We present a computational study of the magnetic circular dichroism (MCD) spectra in the 200-300 nm wavelength region of purine and its derivative hypoxanthine, as well as of the pyrimidine bases of nucleic acids uracil, thymine, and cytosine, using the B3LYP and CAM-B3LYP functionals. Solvent effects are investigated within the polarizable continuum model and by inclusion of explicit water molecules. In general, the computed spectra are found to be in good agreement with the experimental ones, apart from some overall blue shifts. Both the pseudo-A term shape of the MCD spectra of the purines and the B term shape of the spectra of pyrimidine bases are reproduced. Our calculations also correctly reproduce the reversed phase of the MCD bands in purine compared to that of its derivatives present in nucleic acids.

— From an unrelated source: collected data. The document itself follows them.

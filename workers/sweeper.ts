import type PgBoss from "pg-boss";
import { listStaleRevisions } from "@/db/queries/fit-attempts";
import { failureLog } from "./database-outage";
import { handBack } from "./hand-back";

/**
 * Every worker's sweeper: every `intervalMs` it hands back running revisions whose heartbeat is older
 * than `staleSeconds` (their runner is gone). Safe with any number of workers: each revision is handed
 * back under a row lock, in one transaction with its new job. After its own start and after any failed
 * sweep it waits `staleSeconds` first, so that live runners whose database connection was also away
 * have beaten again before their revisions are judged.
 */
export function startSweeper(params: { boss: PgBoss; intervalMs: number; staleSeconds: number; label: string; appUrl: string }): { stop(): void } {
  const { boss, staleSeconds, label } = params;
  const log = failureLog(`${label}: sweep`);
  let troubleAt = Date.now();
  let sweeping = false;
  const sweep = async () => {
    if (sweeping || Date.now() - troubleAt < staleSeconds * 1000) return;
    sweeping = true;
    try {
      for (const revisionId of await listStaleRevisions({ staleSeconds, limit: 20 }))
        await handBack(boss, revisionId, { staleSeconds }, { label, appUrl: params.appUrl });
      log.succeeded();
    } catch (error) {
      troubleAt = Date.now();
      log.failed(error);
    } finally {
      sweeping = false;
    }
  };
  const timer = setInterval(() => void sweep(), params.intervalMs);
  return { stop: () => clearInterval(timer) };
}
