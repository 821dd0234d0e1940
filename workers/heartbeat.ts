import { Worker } from "node:worker_threads";
import type { HeldAttempt } from "@/db/queries/fit-attempts";

/** The heartbeat of the attempts this process runs. */
export type Heartbeat = {
  /** Beat for this attempt from now on (its claim wrote the first beat). */
  hold(attempt: HeldAttempt): void;
  /** Stop beating for it (it ended, or was given back). */
  release(attempt: HeldAttempt): void;
  /** Ends the thread. */
  stop(): Promise<void>;
};

const key = (a: HeldAttempt) => `${a.revisionId}#${a.attempt}`;

/**
 * Starts the heartbeat thread: every `intervalMs` it stamps `heartbeat_at` of the attempts held. A thread
 * of its own, because a fit's first evaluation (and the final statistics) block the main thread for
 * seconds on a large dataset (measured: 2.4 s for 100 000 points of sp3s* silicon, without a single
 * yield), and a heartbeat must not depend on them; it dies with the process, which is what it reports.
 * If the thread itself fails, the process exits (a supervisor starts a fresh worker): without a heartbeat
 * every fit it ran would be handed back anyway.
 */
export function startHeartbeat(intervalMs: number, label: string): Heartbeat {
  const thread = new Worker(threadBootstrap(new URL("./heartbeat-thread.ts", import.meta.url)), {
    eval: true,
    workerData: { intervalMs, label },
  });
  let stopping = false;
  thread.on("error", (error) => {
    console.error(`${label}: the heartbeat thread failed; exiting:`, error);
    process.exit(1);
  });
  thread.on("exit", (code) => {
    if (stopping) return;
    console.error(`${label}: the heartbeat thread exited (${code}); exiting`);
    process.exit(1);
  });
  const held = new Map<string, HeldAttempt>();
  const publish = () => thread.postMessage({ held: [...held.values()] });
  return {
    hold(attempt) {
      held.set(key(attempt), attempt);
      publish();
    },
    release(attempt) {
      held.delete(key(attempt));
      publish();
    },
    async stop() {
      stopping = true;
      const exited = new Promise((resolve) => thread.once("exit", resolve));
      thread.postMessage({ stop: true });
      await Promise.race([exited, new Promise((resolve) => setTimeout(resolve, 5000))]);
      await thread.terminate();
    },
  };
}

/**
 * Code that starts a TypeScript module in a worker thread: Node 20 gives threads neither tsx's loader
 * hooks nor `--import tsx`, so the thread registers tsx itself first (its API, resolved from here).
 */
function threadBootstrap(module: URL): string {
  const tsx = import.meta.resolve("tsx/esm/api");
  return `import(${JSON.stringify(tsx)}).then(({ register }) => { register(); return import(${JSON.stringify(module.href)}); });`;
}
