import { sampleDatasetPoints } from "@/db/queries/datasets";
import { chartPointsQuerySchema } from "@/lib/server/datasets/chart-points";
import { requireDataset } from "@/lib/server/datasets/dataset-access";
import { parseInput } from "@/lib/server/parse-input";
import { workspaceRoute } from "@/lib/server/route";

/**
 * The dataset's points for a chart in one request: `?max=` (1–20 000, default 20 000) →
 * `{ points: [{ index, kIndex, kx, ky, kz, pathDistance, band, energy, sigma }], total, stride }`. Every point
 * when the dataset has at most `max`; else every `stride`-th point of each band in file order (the same
 * stride for all bands, each band's first point kept), at most `max` in all (one per band when `max` is
 * below the band count). Ordered by band, then file order. k and path distance in 1/Å, energies and σ in eV (σ null where the file gives none).
 */
export const GET = workspaceRoute({ minimumRole: "viewer" }, async ({ access, params, request }) => {
  const found = await requireDataset(access.workspace.id, params.id);
  const query = parseInput(chartPointsQuerySchema, Object.fromEntries(new URL(request.url).searchParams));
  const { points, stride } = await sampleDatasetPoints({
    datasetId: found.id,
    pointCount: found.pointCount,
    bandCount: found.bandCount,
    maxPoints: query.max,
  });
  return { points, total: found.pointCount, stride };
});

Solvent effects are sizable and system specific, but they do not in general alter the qualitative shape of the spectra. The bands are dominated by the bright π → π∗ transitions, and our calculations in solution nicely reproduce their energy differences, improving the estimates obtained in the gas phase. Shoulders are predicted for purine and uracil due to n → π∗ excitations, but they are too weak to be observed in the experiment. © 2015 American Chemical Society.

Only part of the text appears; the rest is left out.